契約手続きの流れ(左)/概略契約スケジュール(案)(右)


6点の評価項目

 架設しながらどのように交通を切りまわすか

 技術提案の評価項目は6点を挙げている。

 具体的には、①事業の実施方針(提案構造に関する設計上の留意点等)、②工程に関する工夫(車線規制及び通行止め期間を極力短縮するための工夫等)、③コスト縮減・管理に関する工夫(コスト縮減、コスト管理に関する工夫等)、④周辺環境への配慮(沿道環境、河川内施設等への配慮・工夫等)、⑤耐久性・維持管理性に関する工夫(維持管理費縮減に関する工夫等)、⑥安全管理・品質確保に関する工夫(工事中の河積阻害を極力抑えるための工夫等)――。

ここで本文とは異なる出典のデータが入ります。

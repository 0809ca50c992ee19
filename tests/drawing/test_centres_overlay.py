"""The centres over the space diagram: recorded once, on the sheet, in the DXF on their own layer,
and through `kinepoly export --centres` (`kinepoly print --centres` in tests/app)."""

import math

import ezdxf
from ezdxf import recover

import kinematics
from app.cli import main
from kinematics.drawing import Arrow, Circle, Text, draw_sheet
from kinematics.drawing.centre_places import centre_places
from kinematics.drawing.layout import draw_model
from kinematics.drawing.style import CENTRE
from tests.designs import SAMPLE_FILES, four_bar, load, slider_crank

QUICK_RETURN = next(p for p in SAMPLE_FILES if p.name.startswith("tile-trimmer"))


def centre_primitives(sheet):
    return [p for p in sheet.primitives if p.pen is CENTRE]


def test_each_centre_on_the_view_is_a_ring_at_its_place_with_its_bodies_named():
    construction = kinematics.construct(kinematics.solve(load(slider_crank(30, 110, 10, 50))))
    sheet = draw_sheet(construction, with_centres=True)
    view = sheet.views["space"]
    found = kinematics.centres(construction.solution, construction)
    rings = {p.centre for p in centre_primitives(sheet) if isinstance(p, Circle)}
    for place in centre_places(found):
        if place.kind == "on view":
            x, y = view.place(place.at_m)
            # Rings are placed by the view's own transform: equal to rounding of sheet mm.
            assert any(math.dist((x, y), ring) <= 1e-9 for ring in rings), place.name
    labels = " ".join(p.text for p in centre_primitives(sheet) if isinstance(p, Text))
    assert "crank|rod" in labels and "ground|piston at infinity, 90.0°" in labels
    # Every centre is inside the space view's box, and the box holds the linkage too.
    x0, y0, x1, y1 = view.box
    for ring in rings:
        assert x0 - 1e-9 <= ring[0] <= x1 + 1e-9 and y0 - 1e-9 <= ring[1] <= y1 + 1e-9


def test_a_far_centre_is_an_arrow_at_the_edge_and_the_linkage_keeps_its_scale():
    construction = kinematics.construct(kinematics.solve(load(four_bar(40, 120, 41, 120, 89))))
    plain, shown = draw_sheet(construction), draw_sheet(construction, with_centres=True)
    # Both far centres are left off the view: the linkage is drawn at the scale it has without them.
    assert shown.views["space"].mm_per_unit == plain.views["space"].mm_per_unit
    arrows = [p for p in centre_primitives(shown) if isinstance(p, Arrow)]
    assert arrows
    words = [p.text for p in centre_primitives(shown) if isinstance(p, Text)]
    assert any(w.startswith("ground|coupler off the view at (") for w in words)
    assert any("crank|rocker off the view at (" in w for w in words)
    x0, y0, x1, y1 = shown.views["space"].box
    for arrow in arrows:  # the tip on the view's edge
        tx, ty = arrow.end
        assert min(abs(tx - x0), abs(tx - x1), abs(ty - y0), abs(ty - y1)) <= 1e-9


def test_no_centres_unless_asked():
    construction = kinematics.construct(kinematics.solve(load(slider_crank(30, 110, 10, 50))))
    assert not centre_primitives(draw_sheet(construction)) and not centre_primitives(draw_model(construction))


def test_the_undetermined_centres_are_named():
    construction = kinematics.construct(kinematics.solve(kinematics.load_mechanism(QUICK_RETURN)))
    texts = [p.text for p in centre_primitives(draw_model(construction, with_centres=True)) if isinstance(p, Text)]
    assert "undetermined: crank|rod, crank|ram" in texts


def test_export_puts_the_centres_on_their_own_layer(tmp_path, capsys):
    out = tmp_path / "trimmer.dxf"
    assert main(["export", str(QUICK_RETURN), "--centres", "-o", str(out)]) == 0
    doc, auditor = recover.readfile(out)
    assert not auditor.has_errors
    msp = doc.modelspace()
    assert len(msp.query("CIRCLE[layer=='CENTRES']")) >= 1
    assert any("undetermined" in e.plain_text() for e in msp.query("MTEXT[layer=='CENTRES']")) or any(
        "undetermined" in e.dxf.text for e in msp.query("TEXT[layer=='CENTRES']"))
    plain = tmp_path / "plain.dxf"
    assert main(["export", str(QUICK_RETURN), "-o", str(plain)]) == 0
    assert not ezdxf.readfile(plain).modelspace().query("*[layer=='CENTRES']")
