"""Formulation (1): Newton-Euler, one linear system per pose, solved for all poses at once.

Every moving link balances forces and moments (about its first point), every pin or block
element balances forces, under the D'Alembert inertia forces −m·a and couples −I·α, gravity
and the loads. Unknowns: the joint force pairs, the slides' normal forces, the drive torque
(see :mod:`kinematics.dynamics.layout`). Joints are frictionless: a pin passes a force through
its centre, a slide a force along its guide's normal.

The drive unknown is the torque T on the driver link for a rotary driver; for a cylinder it is
the axial force F along the cylinder's line (push positive): +F·u on the rod's end, −F·u on the
barrel, u the unit vector from the barrel's pivot to the rod's end.

Moment rows are divided by the design's size L and a drive torque is solved as T/L, so all
coefficients are of order one (a cylinder's F enters through u, of order one already).
The system is solved block by block (:mod:`.blocks`).
"""

from __future__ import annotations

from dataclasses import dataclass
from functools import lru_cache

import numpy as np

from ..errors import ForcesUndetermined
from ..model.memo import remembered
from .blocks import plan, solve
from .bodies import Centres, MassModel, Motion, active, cross


@dataclass(frozen=True, eq=False)
class _Assembly:
    """What does not change from pose to pose: where the moment arms of the joint forces go, the
    slides' entries, the block plan, and the rows each applied force goes to."""

    arm_points: np.ndarray
    arm_origins: np.ndarray
    arm_signs: np.ndarray
    slide_entries: tuple
    blocks: tuple
    applied_points: np.ndarray
    applied_origins: np.ndarray
    applied_rows: tuple
    drive_entry: tuple | None


def _incidence(lay, links, elements) -> tuple:
    """Per item on a link (index ≥ 0) or an element: its (x, y, moment) rows, moment −1 on an element."""
    return tuple((3 * k, 3 * k + 1, 3 * k + 2) if k >= 0 else (lay.element_row(e), lay.element_row(e) + 1, -1)
                 for k, e in zip(links, elements, strict=True))


def _slide_entries(lay, first) -> tuple:
    """Per slide: (column, point, line ends, rows, the guide's first point or −1); ``rows`` lists
    (row, which): 0/1 the normal's x/y on the block, 3/4 minus them on the guide, 2 the guide's
    moment."""
    entries = []
    for slide in lay.slides:
        rows = []
        if slide.element is not None:
            row = lay.element_row(slide.element)
            rows += [(row, 0), (row + 1, 1)]
        if slide.guide is not None:
            rows += [(3 * slide.guide, 3), (3 * slide.guide + 1, 4), (3 * slide.guide + 2, 2)]
        entries.append((slide.column, lay.points.index(slide.point), lay.points.index(slide.line[0]),
                        lay.points.index(slide.line[1]), tuple(rows),
                        int(first[slide.guide]) if slide.guide is not None else -1))
    return tuple(entries)


def _cylinder_entry(lay, slides: tuple, cylinder: str | None):
    """The cylinder's drive column with the rows of its slide (block and barrel), as a slide entry
    whose direction is the axis instead of the normal; None for a rotary driver."""
    if cylinder is None:
        return None
    k = next(i for i, s in enumerate(lay.slides) if s.name == cylinder)
    return (lay.torque_column, *slides[k][1:])


def _assembly(model: MassModel) -> _Assembly:
    """The assembly of ``model``, from a cache keyed by what it depends on (names and indices,
    no numbers), so a drag, which makes a new Mechanism every frame, plans the blocks once."""
    return _assembled(model.layout, tuple(model.first), tuple(model.particle_point), tuple(model.particle_link),
                      tuple(model.particle_element), tuple(model.force_point), tuple(model.force_link),
                      tuple(model.force_element), tuple(model.torque_link), model.cylinder)


@lru_cache(maxsize=64)
def _assembled(lay, first, particle_point, particle_link, particle_element, force_point, force_link, force_element,
               torque_link, cylinder) -> _Assembly:
    first = np.array(first, int)
    constant = np.zeros((lay.size, lay.size))
    arms = []
    for pair in lay.pairs:
        for (kind, index), sign, point in pair.on:
            row = 3 * index if kind == "link" else lay.element_row(index)
            constant[row, pair.column] = constant[row + 1, pair.column + 1] = sign
            if kind == "link" and lay.points.index(point) != first[index]:
                # (A force at the link's first point has no moment about it: no entry.)
                arms.append((3 * index + 2, pair.column, lay.points.index(point), first[index], sign))
    arms = np.array(arms, float).reshape(-1, 5)
    arm_rows, arm_columns = arms[:, 0].astype(int), arms[:, 1].astype(int)
    slides = _slide_entries(lay, first)
    drive = _cylinder_entry(lay, slides, cylinder)
    if drive is None:
        constant[3 * lay.driver + 2, lay.torque_column] = 1.0
    # The varying entries, in the order _varying gives their values (the cylinder's after the slides').
    varying = slides if drive is None else (*slides, drive)
    rows = list(arm_rows) * 2 + [r for entry in varying for r, _ in entry[4]]
    columns = list(arm_columns) + [c + 1 for c in arm_columns] + [entry[0] for entry in varying for _ in entry[4]]
    fixed_row = np.ones(lay.size, bool)
    fixed_row[2:3 * len(lay.links):3] = False
    pair_column = np.zeros(lay.size, bool)
    for pair in lay.pairs:
        pair_column[pair.column:pair.column + 2] = True
    blocks = plan(constant, np.array(rows, int), np.array(columns, int), fixed_row, pair_column)
    # Applied forces other than the links' own: particles, then point loads.
    on_links = np.array((*particle_link, *force_link), int)
    on_elements = np.array((*particle_element, *force_element), int)
    return _Assembly(
        arm_points=arms[:, 2].astype(int), arm_origins=arms[:, 3].astype(int), arm_signs=arms[:, 4],
        slide_entries=slides, blocks=blocks,
        applied_points=np.array((*particle_point, *force_point), int),
        applied_origins=first[np.maximum(np.array((*particle_link, *force_link), int), 0)],
        applied_rows=_incidence(lay, on_links, on_elements), drive_entry=drive)


@dataclass(frozen=True)
class Solved:
    """Newton-Euler results over N poses: ``pairs`` (N, pairs) complex, the unknown force of each
    pair (see Layout); ``normals`` (N, slides) N; ``normal_directions`` (N, slides) complex, the
    guides' left normals; ``drive`` (N,): the drive torque (N·m) of a rotary driver, or a
    cylinder's axial force (N, push positive)."""

    pairs: np.ndarray
    normals: np.ndarray
    normal_directions: np.ndarray
    drive: np.ndarray


def _right_side(model: MassModel, motion: Motion, centres: Centres, rows: _Assembly) -> np.ndarray:
    """The right-hand side of every balance (N, rows): minus the known inertia, gravity and load
    terms, moments about each link's first point divided by L. The links' own terms go straight
    to their rows; the particles' and loads' are taken from theirs."""
    z, g = motion.positions, model.gravity
    count, nl = len(z), len(model.layout.links)
    total = np.zeros((count, model.layout.size))
    own = model.mass * (centres.acceleration - g)
    total[:, 0:3 * nl:3], total[:, 1:3 * nl:3] = own.real, own.imag
    total[:, 2:3 * nl:3] = (cross(centres.arm, own) + model.inertia * motion.alpha) / model.length_m
    forces = []
    if len(model.particle_point):
        forces.append(model.particle_mass * (g - np.take(motion.accelerations, model.particle_point, axis=1)))
    if len(model.force_point):
        forces.append(active(model.force_load, motion.angle_deg, model.sense) * model.force_value)
    if forces:
        force = np.concatenate(forces, axis=1) if len(forces) > 1 else forces[0]
        moment = cross(np.take(z, rows.applied_points, axis=1) - np.take(z, rows.applied_origins, axis=1),
                       force) / model.length_m
        # Few items (a handful of particles and loads), each onto its own rows; several may share one.
        for i, (x, y, m) in enumerate(rows.applied_rows):
            total[:, x] -= force[:, i].real
            total[:, y] -= force[:, i].imag
            if m >= 0:
                total[:, m] -= moment[:, i]
    if len(model.torque_link):
        acting = active(model.torque_load, motion.angle_deg, model.sense) * model.torque_value / model.length_m
        for i, link in enumerate(model.torque_link):
            total[:, 3 * link + 2] -= acting[:, i]
    return total


def _varying(model: MassModel, rows: _Assembly, z: np.ndarray):
    """The values (N, entries) of the entries that vary with the pose, and the slides' left
    normals (N, slides) complex."""
    length = model.length_m
    lever = (np.take(z, rows.arm_points, axis=1) - np.take(z, rows.arm_origins, axis=1)) * (rows.arm_signs / length)
    values = [-lever.imag, lever.real]
    normals = np.zeros((len(z), len(rows.slide_entries)), complex)
    for i, (_, point, start, end, where, guide_origin) in enumerate(rows.slide_entries):
        line = z[:, end] - z[:, start]
        normal = 1j * line / np.abs(line)
        normals[:, i] = normal
        parts = {0: normal.real, 1: normal.imag, 3: -normal.real, 4: -normal.imag}
        if guide_origin >= 0:
            parts[2] = -cross((z[:, point] - z[:, guide_origin]) / length, normal)
        values += [parts[which][:, None] for _, which in where]
    if rows.drive_entry is not None:
        _, point, start, _, where, guide_origin = rows.drive_entry
        axis = z[:, point] - z[:, start]
        axis = axis / np.abs(axis)
        parts = {0: axis.real, 1: axis.imag, 3: -axis.real, 4: -axis.imag,
                 2: -cross((z[:, point] - z[:, guide_origin]) / length, axis)}
        values += [parts[which][:, None] for _, which in where]
    return np.concatenate(values, axis=1), normals


def solve_forces(model: MassModel, motion: Motion, centres: Centres) -> Solved:
    """Build and solve the N systems at once, block after block.

    Raises ForcesUndetermined where a pose's system is singular (statics does not fix the
    joint forces there)."""
    rows = remembered(model, "assembly", lambda: _assembly(model))
    lay = model.layout
    values, normals = _varying(model, rows, motion.positions)
    unknowns, singular = solve(rows.blocks, values, _right_side(model, motion, centres, rows))
    if singular is not None:
        raise ForcesUndetermined("the joint forces are not determined by statics here: a redundant constraint "
                                 "or a locked pose; no least-squares guess is made",
                                 motion.where(singular))
    # The pairs' columns come first, x then y of each: read them as complex numbers.
    return Solved(pairs=np.ascontiguousarray(unknowns[:, :2 * len(lay.pairs)]).view(complex),
                  normals=unknowns[:, [s.column for s in lay.slides]], normal_directions=normals,
                  drive=unknowns[:, lay.torque_column] * (1.0 if model.cylinder else model.length_m))
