"""The printed sheet's labels (joints, links, image points, centres of mass) on every sample, on
A4 and A3: none covers another, none covers a pin or an image point's dot."""

import itertools
from pathlib import Path

import pytest

import kinematics
from kinematics.drawing import Circle, Text
from kinematics.drawing.declutter import text_box
from kinematics.drawing.layout import draw_sheet

SAMPLES = sorted((Path(__file__).resolve().parents[2] / "samples").glob("*.json"))
LABELLED = ("point", "link", "step", "mass centre")


def _overlap(a, b) -> bool:
    return a[0] < b[2] and b[0] < a[2] and a[1] < b[3] and b[1] < a[3]


@pytest.mark.parametrize("paper", ["A4", "A3"])
@pytest.mark.parametrize("path", SAMPLES, ids=lambda p: p.stem)
def test_no_label_covers_another_or_a_pin(path, paper):
    mech = kinematics.load_mechanism(path)
    sheet = draw_sheet(kinematics.construct(kinematics.solve(mech)), paper=paper)
    texts = [t for t in sheet.primitives if isinstance(t, Text) and t.ref and t.ref.kind in LABELLED]
    assert texts
    for a, b in itertools.combinations(texts, 2):
        assert not (a.view == b.view and _overlap(text_box(a), text_box(b))), (a.text, b.text)
    dots = [c for c in sheet.primitives if isinstance(c, Circle)]
    for text in texts:
        for dot in dots:
            (x, y), r = dot.centre, dot.radius
            assert not (text.view == dot.view and _overlap(text_box(text), (x - r, y - r, x + r, y + r))), \
                (text.text, dot.ref)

 特に同橋は89,000台の交通量を誇り、なかなか別の路線に切りまわすことは難しい。従って技術提案としては、仮橋か、もしくは架設方法を工夫することにより交通を止めずに施工を進める方法が想定される。それにしてもどの程度切りまわしなどにより大師橋の交通状況が変わるか、擬態的な想定条件がなければ提案は難しい。そのため首都高速では、手続き開始の公示と合わせてそうした条件についても工事参加各社に明確にしていく方針だ。

 東品川桟橋・鮫洲埋立部の更新事業では、既設基礎の残置がある程度認められたことが、工事に携わる業者負担を軽くした。今回の大師橋更新事業に関しても、既設基礎の撤去の多寡がどの程度になるか(ある程度の残置が認められるか)が、工事の難易度やコスト縮減の観点から重要になりそうだ。 


 実施設計および価格等交渉に関しては、首都高速道路と優先交渉権者との間で基本協定書を結ぶ。各種交渉手続きが定められており、また、交渉が不成立になった場合でも実施設計契約に基づく完了検査および支払は行う、次点以降の交渉権者は、必要に応じて当初の受注者の成果品を参考にできる――などの内容も定められている。